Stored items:
┌──
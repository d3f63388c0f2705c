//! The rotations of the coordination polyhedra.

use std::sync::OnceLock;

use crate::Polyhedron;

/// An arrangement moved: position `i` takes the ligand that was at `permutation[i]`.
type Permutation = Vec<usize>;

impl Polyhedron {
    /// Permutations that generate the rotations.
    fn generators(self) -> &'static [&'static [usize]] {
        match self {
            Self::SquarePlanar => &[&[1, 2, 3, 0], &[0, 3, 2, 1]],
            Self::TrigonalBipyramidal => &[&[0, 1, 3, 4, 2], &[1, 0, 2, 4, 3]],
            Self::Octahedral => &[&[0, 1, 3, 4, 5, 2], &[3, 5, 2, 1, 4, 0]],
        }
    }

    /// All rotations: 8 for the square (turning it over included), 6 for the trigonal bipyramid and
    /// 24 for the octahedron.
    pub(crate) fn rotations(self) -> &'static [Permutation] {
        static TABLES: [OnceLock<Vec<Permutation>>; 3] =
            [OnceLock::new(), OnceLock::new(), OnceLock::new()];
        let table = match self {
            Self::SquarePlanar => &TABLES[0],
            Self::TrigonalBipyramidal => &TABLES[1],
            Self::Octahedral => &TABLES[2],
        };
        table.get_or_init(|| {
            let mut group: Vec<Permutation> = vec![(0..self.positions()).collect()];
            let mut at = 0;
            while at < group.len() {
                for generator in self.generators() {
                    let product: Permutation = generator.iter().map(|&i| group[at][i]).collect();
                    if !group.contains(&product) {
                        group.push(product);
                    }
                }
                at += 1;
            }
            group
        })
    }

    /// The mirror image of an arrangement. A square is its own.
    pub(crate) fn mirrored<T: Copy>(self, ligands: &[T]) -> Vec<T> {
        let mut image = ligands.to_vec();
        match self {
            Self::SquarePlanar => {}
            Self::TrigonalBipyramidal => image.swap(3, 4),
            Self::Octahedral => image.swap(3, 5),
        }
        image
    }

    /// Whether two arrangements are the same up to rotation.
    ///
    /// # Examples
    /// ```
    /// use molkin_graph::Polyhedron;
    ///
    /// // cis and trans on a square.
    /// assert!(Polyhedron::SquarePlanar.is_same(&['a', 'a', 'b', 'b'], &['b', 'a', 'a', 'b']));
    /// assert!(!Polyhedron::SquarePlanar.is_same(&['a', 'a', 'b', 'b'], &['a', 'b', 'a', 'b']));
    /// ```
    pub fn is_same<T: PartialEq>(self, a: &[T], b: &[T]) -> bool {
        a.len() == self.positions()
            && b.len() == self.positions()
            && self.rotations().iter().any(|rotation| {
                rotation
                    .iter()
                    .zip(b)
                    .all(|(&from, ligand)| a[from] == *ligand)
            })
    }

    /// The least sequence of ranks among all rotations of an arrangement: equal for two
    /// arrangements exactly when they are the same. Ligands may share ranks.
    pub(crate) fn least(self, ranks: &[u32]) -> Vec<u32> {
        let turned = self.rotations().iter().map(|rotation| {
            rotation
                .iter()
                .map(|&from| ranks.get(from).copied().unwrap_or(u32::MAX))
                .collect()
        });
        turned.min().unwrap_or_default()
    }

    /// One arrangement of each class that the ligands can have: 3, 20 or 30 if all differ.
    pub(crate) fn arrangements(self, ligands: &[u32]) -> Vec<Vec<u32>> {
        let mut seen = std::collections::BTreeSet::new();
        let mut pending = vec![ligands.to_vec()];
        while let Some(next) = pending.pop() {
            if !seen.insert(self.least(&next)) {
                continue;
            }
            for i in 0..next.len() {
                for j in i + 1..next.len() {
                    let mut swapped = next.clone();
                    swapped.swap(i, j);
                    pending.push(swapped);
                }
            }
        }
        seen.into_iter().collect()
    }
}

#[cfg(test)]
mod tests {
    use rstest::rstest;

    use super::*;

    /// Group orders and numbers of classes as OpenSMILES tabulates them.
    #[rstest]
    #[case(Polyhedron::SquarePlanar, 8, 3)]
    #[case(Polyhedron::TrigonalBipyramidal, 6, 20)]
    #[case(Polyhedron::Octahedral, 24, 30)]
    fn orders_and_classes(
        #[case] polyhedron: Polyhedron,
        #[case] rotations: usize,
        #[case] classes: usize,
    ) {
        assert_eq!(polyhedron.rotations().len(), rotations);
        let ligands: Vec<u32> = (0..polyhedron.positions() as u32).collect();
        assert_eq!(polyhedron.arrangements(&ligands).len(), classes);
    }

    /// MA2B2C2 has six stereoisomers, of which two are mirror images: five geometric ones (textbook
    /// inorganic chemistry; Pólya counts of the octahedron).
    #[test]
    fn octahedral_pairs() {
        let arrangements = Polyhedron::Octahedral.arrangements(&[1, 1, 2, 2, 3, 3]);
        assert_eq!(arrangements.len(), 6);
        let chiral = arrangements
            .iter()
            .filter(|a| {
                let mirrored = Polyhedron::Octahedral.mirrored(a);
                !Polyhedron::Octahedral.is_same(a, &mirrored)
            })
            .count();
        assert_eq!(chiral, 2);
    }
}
└──
§ **Task to carry out**:
Copy out every line from the records that has the word "pending".

§ **Task answer**:
        let mut pending = vec![ligands.to_vec()];
        while let Some(next) = pending.pop() {
                    pending.push(swapped);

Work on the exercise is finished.